You can smell the disaster before you see it. Stale sweat, rotting garbage, the metallic tang of untreated sewage. In a makeshift gymnasium-turned-shelter in northeastern Venezuela, 400 people sleep shoulder-to-shoulder on mats stained with God knows what. No running water. Two portable toilets for everyone. A single doctor who shows up every other day.
This isn't a refugee camp in a war zone — it's a concrete box in the city of Maturín. And it's one of the lucky places still standing after two earthquakes hit Venezuela in four days last week. The first, a magnitude 6.8, turned coastal towns into rubble piles. The second, a magnitude 6.2, finished the job inland. The government says 38 people died. Aid workers on the ground say that number is low, and they're more worried about the living than the dead.
“We are looking at a public health time bomb,” says Marisol Rojas, a Médecins Sans Frontières coordinator who just returned from a shelter in Cumaná. “People are drinking from contaminated wells. Children are sleeping on concrete with no mosquito nets. If we don't get clean water and sanitation in the next week, we will see a cholera outbreak.”
Overcrowding in a broken system
Venezuela's health care system was barely functioning before the ground shook. Hospitals lack antibiotics, basic surgical supplies, and reliable electricity. Doctors earn twenty dollars a month — if they get paid at all. The earthquakes have pushed a collapsing system over the edge.
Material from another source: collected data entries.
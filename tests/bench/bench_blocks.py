"""Block translation against the fused path and a plain interpreter, in one run, interleaved.

Run:  python tests/bench/bench_blocks.py [--repeat N] [--only NAME]

Three ways to run a ref8 program from power-on to its last halt (pressing
RESUME at each ``pause``):

* **plain** — an if/elif interpreter of ref8 written here from the spec
  (/work/shared/spec/ref8.md) and the encodings of emu/machines/ref8.toml:
  locals, no dispatch table, fields decoded by shifts and masks;
* **fused** — relaybench's fast path with block translation off;
* **blocks** — block translation on (the default).

Before any timing, all three must agree on registers, flags, output, lamps,
cycles, instructions and the CRC-32 of all memory (zlib.crc32). Timings are
the best of N CPU times, the three taken in turn each round; the first run
with blocks, which compiles them, is reported on its own. Targets: blocks
at least 4× plain on ledger.asm, and on every short example never slower
than fused (end to end in-process: a new Emulator, load, run).
"""

from __future__ import annotations

import argparse
import sys
import time
import tomllib
import zlib
from dataclasses import dataclass
from pathlib import Path

ROOT = Path(__file__).resolve().parents[2]
sys.path.insert(0, str(ROOT))

import asm  # noqa: E402
from emu import Emulator, load_machine  # noqa: E402

MACHINE = load_machine("ref8")
LOOP_TARGET = 4.0
SHORT_NOISE = 0.03
"""How far below the fused path a short program may time and still count as not slower: runs
of a few milliseconds, best of a dozen, still differ by a per cent or two from round to round
(and a short program never leaves its warm-up, so both columns time the same path)."""
CYCLE_CAP = 50_000_000


@dataclass(frozen=True)
class Outcome:
    registers: tuple
    flags: tuple
    output: bytes
    lamps: int
    cycles: int
    instructions: int
    memory_crc: int


@dataclass(frozen=True)
class Program:
    name: str
    segments: list
    pauses: frozenset
    switches: int
    input_bytes: bytes


def load_program(path: Path) -> Program:
    program = asm.assemble_file(path, MACHINE)
    panel = path.with_suffix(".panel.toml")
    settings = tomllib.loads(panel.read_text()) if panel.exists() else {}
    return Program(path.name, program.segments, frozenset(program.pauses), settings.get("switches", 0),
                   settings.get("input", "").encode())


# ----- (a) the plain interpreter ------------------------------------------------------

def plain_interpreter(program: Program) -> Outcome:
    """ref8 by hand: one if/elif chain on the opcode, registers in locals and one list."""
    mem = bytearray(65536)
    for start, words in program.segments:
        mem[start:start + len(words)] = bytes(words)
    r = [0] * 8
    pc = sp = 0
    z = n = c = v = 0
    t = u = ir = 0
    out, lamps, data, position = bytearray(), 0, program.input_bytes, 0
    switches, pauses = program.switches, program.pauses
    cycles = instructions = 0
    while cycles < CYCLE_CAP:
        ir = op = mem[pc]
        pc = (pc + 1) & 0xFFFF
        instructions += 1
        group = op >> 3
        if op >= 0xC0:                                   # alu rd, imm8
            d = op & 7
            a, b = r[d], mem[pc]
            pc = (pc + 1) & 0xFFFF
            kind = group & 7
            cycles += 2
            if kind == 0 or kind == 1:                   # add, adc
                res = a + b + (c if kind == 1 else 0)
                c, v = res >> 8 & 1, ((a ^ res) & (b ^ res)) >> 7 & 1
            elif kind <= 4:                              # sub, sbc, cmp
                res = a - b - (c if kind == 3 else 0)
                c, v = res >> 8 & 1, ((a ^ b) & (a ^ res)) >> 7 & 1
            else:
                res = a & b if kind == 5 else a | b if kind == 6 else a ^ b
                c = v = 0
            res &= 0xFF
            z, n = int(res == 0), res >> 7
            if kind != 4:
                r[d] = res
        elif op >= 0xA0:                                 # alu rd, rs (second byte 00 rd rs)
            if op > 0xA7:
                cycles += 1
                continue
            t = mem[pc]
            pc = (pc + 1) & 0xFFFF
            d, s_ = t >> 3 & 7, t & 7
            a, b = r[d], r[s_]
            kind = op & 7
            cycles += 3
            if kind == 0 or kind == 1:
                res = a + b + (c if kind == 1 else 0)
                c, v = res >> 8 & 1, ((a ^ res) & (b ^ res)) >> 7 & 1
            elif kind <= 4:
                res = a - b - (c if kind == 3 else 0)
                c, v = res >> 8 & 1, ((a ^ b) & (a ^ res)) >> 7 & 1
            else:
                res = a & b if kind == 5 else a | b if kind == 6 else a ^ b
                c = v = 0
            res &= 0xFF
            z, n = int(res == 0), res >> 7
            if kind != 4:
                r[d] = res
        elif op >= 0x60:                                 # one-register ALU forms
            d = op & 7
            a = r[d]
            cycles += 2
            if group == 0x0C:                            # not
                res, c, v = ~a & 0xFF, 0, 0
            elif group == 0x0D:                          # inc
                res = (a + 1) & 0xFF
            elif group == 0x0E:                          # dec
                res = (a - 1) & 0xFF
            elif group == 0x0F:                          # shl
                res, c = (a << 1) & 0xFF, a >> 7
            elif group == 0x10:                          # shr
                res, c = a >> 1, a & 1
            elif group == 0x11:                          # rol
                res, c = ((a << 1) | c) & 0xFF, a >> 7
            elif group == 0x12:                          # ror
                res, c = (a >> 1) | (c << 7), a & 1
            else:
                cycles -= 1
                continue
            r[d] = res
            z, n = int(res == 0), res >> 7
        elif op >= 0x18:                                 # register forms with the register in the opcode
            d = op & 7
            if group == 0x03:                            # li rd, imm8
                r[d] = mem[pc]
                pc = (pc + 1) & 0xFFFF
                cycles += 2
            elif group == 0x04 or group == 0x05:         # ld rd, [addr] / st [addr], rs
                t, u = mem[pc], mem[(pc + 1) & 0xFFFF]
                pc = (pc + 2) & 0xFFFF
                if group == 0x04:
                    r[d] = mem[u << 8 | t]
                else:
                    mem[u << 8 | t] = r[d]
                cycles += 4
            elif group == 0x06:                          # ld rd, [x]
                r[d] = mem[r[6] << 8 | r[7]]
                cycles += 2
            elif group == 0x07:                          # st [x], rs
                mem[r[6] << 8 | r[7]] = r[d]
                cycles += 2
            elif group == 0x08:                          # push
                sp = (sp - 1) & 0xFFFF
                mem[sp] = r[d]
                cycles += 2
            elif group == 0x09:                          # pop
                r[d] = mem[sp]
                sp = (sp + 1) & 0xFFFF
                cycles += 2
            elif group == 0x0A:                          # in rd, port
                t = mem[pc]
                pc = (pc + 1) & 0xFFFF
                if t == 0:
                    r[d] = switches
                elif t == 1:
                    r[d] = data[position] if position < len(data) else 0
                    position += position < len(data)
                else:
                    r[d] = int(position < len(data)) if t == 2 else 0
                cycles += 3
            else:                                        # out port, rs
                t = mem[pc]
                pc = (pc + 1) & 0xFFFF
                if t == 0:
                    out.append(r[d])
                elif t == 1:
                    lamps = r[d]
                cycles += 3
        elif op >= 0x0A:                                 # conditional jumps, mov, undefined
            if op <= 0x11:
                t = mem[pc]
                pc = (pc + 1) & 0xFFFF
                flag = (z, c, n, v)[(op - 0x0A) >> 1]
                if flag != (op & 1):
                    pc = mem[pc] << 8 | t
                else:
                    pc = (pc + 1) & 0xFFFF
                cycles += 3
            elif op == 0x12:                             # mov rd, rs
                t = mem[pc]
                pc = (pc + 1) & 0xFFFF
                r[t >> 3 & 7] = r[t & 7]
                cycles += 3
            else:
                cycles += 1
        elif op >= 0x06:
            if op == 0x06:                               # li x, addr
                r[7] = mem[pc]
                r[6] = mem[(pc + 1) & 0xFFFF]
                pc = (pc + 2) & 0xFFFF
                cycles += 3
            elif op == 0x07:                             # li sp, addr
                t = mem[pc]
                sp = mem[(pc + 1) & 0xFFFF] << 8 | t
                pc = (pc + 2) & 0xFFFF
                cycles += 3
            elif op == 0x08:                             # jmp addr
                t = mem[pc]
                pc = mem[(pc + 1) & 0xFFFF] << 8 | t
                cycles += 3
            else:                                        # call addr
                t, u = mem[pc], mem[(pc + 1) & 0xFFFF]
                pc = (pc + 2) & 0xFFFF
                sp = (sp - 1) & 0xFFFF
                mem[sp] = pc >> 8
                sp = (sp - 1) & 0xFFFF
                mem[sp] = pc & 0xFF
                pc = u << 8 | t
                cycles += 5
        elif op >= 0x04:                                 # inc x / dec x
            x = ((r[6] << 8 | r[7]) + (1 if op == 0x04 else -1)) & 0xFFFF
            r[6], r[7] = x >> 8, x & 0xFF
            z = int(x == 0)
            cycles += 2
        elif op == 0x03:                                 # jmp x
            pc = r[6] << 8 | r[7]
            cycles += 2
        elif op == 0x02:                                 # ret
            t = mem[sp]
            pc = mem[(sp + 1) & 0xFFFF] << 8 | t
            sp = (sp + 2) & 0xFFFF
            cycles += 3
        elif op == 0x01:                                 # halt: a pause resumes, any other ends the run
            cycles += 2
            if (pc - 1) & 0xFFFF not in pauses:
                break
        else:                                            # nop
            cycles += 1
    registers = tuple(r) + (sp, pc, ir, t, u)
    return Outcome(registers, (z, n, c, v), bytes(out), lamps, cycles, instructions, zlib.crc32(mem))


# ----- (b) and (c) relaybench ------------------------------------------------------------

def engine(program: Program, blocks: bool) -> Outcome:
    emu = Emulator(MACHINE)
    emu.blocks.enabled = blocks
    emu.load(program.segments)
    emu.switches, emu.input_bytes = program.switches, program.input_bytes
    while True:
        stop = emu.run(max_cycles=CYCLE_CAP - emu.cycles)
        if stop.kind != "halted" or stop.address not in program.pauses:
            break
        emu.press_resume()
    registers = tuple(emu.get(name) for name in ("r0", "r1", "r2", "r3", "r4", "r5", "r6", "r7", "sp", "pc",
                                                 "ir", "t", "u"))
    flags = tuple(emu.get(name) for name in "zncv")
    return Outcome(registers, flags, bytes(emu.output), emu.lamps, emu.cycles, emu.instructions,
                   zlib.crc32(emu.memory))


WAYS = {"plain": plain_interpreter, "fused": lambda p: engine(p, False), "blocks": lambda p: engine(p, True)}


def compare(program: Program, repeat: int) -> dict[str, float]:
    """Best CPU times of each way; ``first blocks`` is the first run with blocks, which compiles them
    (later runs of the same image bind the machine's compiled blocks instead)."""
    outcomes, first = {}, {}
    for name, way in WAYS.items():
        start = time.process_time()
        outcomes[name] = way(program)
        first[name] = time.process_time() - start
    reference = outcomes["plain"]
    for name, outcome in outcomes.items():
        if outcome != reference:
            raise SystemExit(f"{program.name}: {name} disagrees with the plain interpreter:\n"
                             f"  plain: {reference}\n  {name}: {outcome}")
    best = {name: float("inf") for name in WAYS}
    for _ in range(repeat):
        for name, way in WAYS.items():
            start = time.process_time()
            way(program)
            best[name] = min(best[name], time.process_time() - start)
    return {"instructions": reference.instructions, **best, "first blocks": first["blocks"]}


def main() -> int:
    parser = argparse.ArgumentParser(description=__doc__.splitlines()[0])
    parser.add_argument("--repeat", type=int, default=5)
    parser.add_argument("--only", help="one program by file name")
    args = parser.parse_args()
    paths = sorted((ROOT / "programs" / "ref8").glob("*.asm"), key=lambda p: (p.name != "ledger.asm", p.name))
    if args.only:
        paths = [p for p in paths if p.name == args.only]
    ok = True
    print(f"{'program':<16}{'instructions':>13}{'plain/s':>12}{'fused/s':>12}{'blocks/s':>12}"
          f"{'blocks÷plain':>14}{'blocks÷fused':>14}{'first run÷plain':>17}")
    for path in paths:
        short = path.name != "ledger.asm"      # a few milliseconds each: more rounds for a steady best
        result = compare(load_program(path), args.repeat * 4 if short else args.repeat)
        count = result["instructions"]
        rate = {name: count / result[name] for name in WAYS}
        over_plain, over_fused = rate["blocks"] / rate["plain"], rate["blocks"] / rate["fused"]
        first_over_plain = result["plain"] / result["first blocks"]
        print(f"{path.name:<16}{count:>13,}{rate['plain']:>12,.0f}{rate['fused']:>12,.0f}{rate['blocks']:>12,.0f}"
              f"{over_plain:>13.2f}×{over_fused:>13.2f}×{first_over_plain:>16.2f}×")
        if path.name == "ledger.asm":
            ok &= over_plain >= LOOP_TARGET
        else:
            ok &= over_fused >= 1.0 - SHORT_NOISE
    print(f"targets: blocks ≥ {LOOP_TARGET:.0f}× plain on ledger.asm, blocks ≥ fused on the short programs "
          f"(within {SHORT_NOISE:.0%}, the noise of timing a few milliseconds): "
          f"{'met' if ok else 'NOT MET'}")
    return 0 if ok else 1


if __name__ == "__main__":
    sys.exit(main())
Official figures show 82,000 people displaced. Unofficial estimates go higher. The government has set up 300 shelters, but many are schools, sports centers, and warehouses never designed for human habitation. The Red Cross says half lack running water. A third have no working toilets.
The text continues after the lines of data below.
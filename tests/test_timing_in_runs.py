"""The timing tools where a builder meets them: ``run --vcd/--wear/--clock-spread``
and the debugger's ``waves`` and ``beat`` commands."""

from __future__ import annotations

import json

import vcdvcd

from emu import load_machine
from emu.debugger import Session, load_view

from cli_support import ACC12, REF8_PROGRAMS, cli, write

FARES = REF8_PROGRAMS / "fares.asm"


def _rising_edges(path, name) -> int:
    """Rising edges of one signal, read back with vcdvcd (an independent VCD parser from PyPI)."""
    dump = vcdvcd.VCDVCD(str(path))
    signal = next(s for s in dump.signals if s.endswith("." + name) or s == name)
    values = [v for _t, v in dump[signal].tv]
    return sum(1 for a, b in zip(values, values[1:]) if a == "0" and b == "1")


def test_run_vcd_holds_one_rising_clock_edge_per_cycle(tmp_path, capsys):
    program = write(tmp_path, "count.asm", "li r0, 0\nloop: inc r0\ncmp r0, 5\njnz loop\nhalt\n")
    code, out, _err = cli(capsys, "run", program, "--vcd", tmp_path / "count.vcd", "--json")
    assert code == 0
    report = json.loads(out)
    assert _rising_edges(tmp_path / "count.vcd", "clock") == report["cycles"]


def test_run_wear_reports_counts_in_json_and_text(tmp_path, capsys):
    program = write(tmp_path, "count.asm", "li r0, 0\nloop: inc r0\ncmp r0, 5\njnz loop\nhalt\n")
    code, out, _err = cli(capsys, "run", program, "--wear", "--json")
    assert code == 0
    wear = json.loads(out)["wear"]
    assert wear["pulses"] == json.loads(out)["cycles"]
    halt = next(r for r in wear["relays"] if r["relay"] == "halt")
    assert halt["operations"] == 1
    code, out, _err = cli(capsys, "run", program, "--wear")
    assert "wears first:" in out


def test_clock_spread_changes_time_but_not_results(capsys):
    code, even, _ = cli(capsys, "run", FARES, "--json")
    code2, spread, _ = cli(capsys, "run", FARES, "--json", "--clock-spread", "11")
    assert code == code2 == 0
    even, spread = json.loads(even), json.loads(spread)
    for key in ("cycles", "instructions", "registers", "flags", "output", "pc"):
        assert even[key] == spread[key]
    assert even["sim_seconds"] == even["cycles"] / 5
    assert spread["sim_seconds"] != even["sim_seconds"]
    code, text, _ = cli(capsys, "run", FARES, "--clock-spread", "11")
    assert "on the spread clock (seed 11)" in text.splitlines()[1]
    assert "the time above is for the spread clock" in text


def test_timing_options_refuse_bad_values(tmp_path, capsys):
    code, _out, err = cli(capsys, "run", FARES, "--clock-spread", "-3")
    assert code == 2 and "must be a seed of 0 or more, not -3" in err
    code, _out, err = cli(capsys, "run", FARES, "--vcd", tmp_path / "missing" / "w.vcd")
    assert code == 2 and "argument --vcd: cannot write" in err and "No such file or directory" in err
    code, _out, err = cli(capsys, "run", FARES, "--vcd", "/proc/w.vcd")
    assert code == 2 and "argument --vcd: cannot write '/proc/w.vcd'" in err


def test_debugger_records_waves_and_beats_irregularly(tmp_path):
    machine = load_machine("ref8")
    session = Session(machine, load_view(str(FARES), machine))
    assert "irregular clock" in session.execute("beat 4")
    assert "recording a waveform" in session.execute(f"waves {tmp_path / 'd.vcd'}")
    session.execute("go 300")
    assert "waveform written" in session.execute("waves off")
    assert _rising_edges(tmp_path / "d.vcd", "clock") == session.emu.cycles
    assert session.emu.sim_seconds != session.emu.cycles / machine.nominal_hz
    assert "evenly" in session.execute("beat even")
    assert "no waveform is being recorded" in session.execute("waves off")


def test_beat_on_a_machine_without_parts_says_why(tmp_path):
    text = open(ACC12).read()
    plain = write(tmp_path, "plain.toml", text.split("[timing]")[0])
    session = Session(load_machine(plain))
    assert "no irregular clock for acc12" in session.execute("beat 1")


def test_vcd_and_waves_refuse_a_folder(tmp_path, capsys):
    code, _out, err = cli(capsys, "run", FARES, "--vcd", tmp_path)
    assert code == 2 and f"argument --vcd: cannot write '{tmp_path}' (Is a directory)" in err
    machine = load_machine("ref8")
    session = Session(machine, load_view(str(FARES), machine))
    assert session.execute(f"waves {tmp_path}") == f"error: cannot write {tmp_path}: Is a directory"


def test_scope_follows_the_run_on_an_irregular_clock():
    machine = load_machine("ref8")
    session = Session(machine, load_view(str(FARES), machine))
    session.execute("go 100")
    session.execute("beat 3")
    session.execute("go 20")
    assert session.emu.cycles == 120
    assert session.execute("scope 4").splitlines()[0] == "cycles 117 to 120"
In the port city of Barcelona, I spoke to a woman named Carmen who lost her home in the first quake. She's been living in a school auditorium for six days with her three children. “My youngest, he's two years old, has diarrhea for three days,” she says, holding a crying baby who looks thin. “The nurse here says it's just a stomach bug. But there are ten kids with the same thing.”
“If we don't get clean water and sanitation in the next week, we will see a cholera outbreak.” — Marisol Rojas, MSF coordinator
Diarrhea is the red flag aid workers watch for. In overcrowded shelters with poor hygiene, it spreads like wildfire. Dehydration kills children fast. A simple oral rehydration solution can save lives, but supplies are running out.
The water crisis
Venezuela's water infrastructure was crumbling before the earthquakes — intermittent service, broken pipes, untreated supplies. The quakes shattered what remained. In Sucre state, where the first quake hit hardest, the main water treatment plant is offline. Trucks deliver water to some shelters, but not enough.
“We're rationing water — half a liter per person per day for drinking and cooking,” says Pedro Alcantara, a water engineer with UNICEF. “That's not enough for hygiene. People are not washing hands. They're not washing clothes. The latrines are overflowing.”
The result is a perfect breeding ground for disease. Hepatitis A, typhoid, leptospirosis, skin infections — all are on the rise. Local health clinics are reporting case numbers that would alarm any epidemiologist. But the government has not declared a health emergency, and international aid is slow to arrive.
Political paralysis
Venezuela's government has a history of downplaying crises and rejecting foreign help. After the first earthquake, President Nicolás Maduro appeared on state television to announce that “the situation is under control.” He urged citizens to stay calm and praised the “revolutionary spirit” of the people. Meanwhile, his critics say, officials blocked aid workers from entering certain areas.
The United States, the European Union, and several Latin American countries offered assistance. Most have been met with silence or bureaucratic hurdles. Medical supplies from the Pan American Health Organization are stuck at the airport in Caracas, waiting for customs clearance.
“The government says it doesn't need help,” says a Venezuelan doctor who works at a public hospital in Caracas and asked not to be named. “But our hospital has no IV fluids. We're reusing gloves. We can't handle a cholera outbreak, let alone a new disease.”
What comes next
Venezuela faces a grim calculus. The rainy season has started, which means mosquitoes breeding in standing water — and dengue fever cases will spike. The shelters are getting more crowded as people have nowhere else to go. And the government shows no sign of changing its approach.
Aid workers are preparing for the worst. MSF is setting up a cholera treatment center in Cumaná. The Red Cross is distributing water purification tablets and hygiene kits. But they're fighting uphill against politics, geography, and a broken state.
I asked Marisol Rojas what keeps her up at night. She didn't hesitate. “We don't have enough soap. We don't have enough latrines. We don't have enough medicine. And we don't have enough time.”
Here's the uncomfortable truth: the earthquakes didn't create Venezuela's health crisis — they just exposed it. A system that was already on life support has now been crushed by the rubble. The bodies from the quakes are being counted. The real death toll from what comes next could be far higher.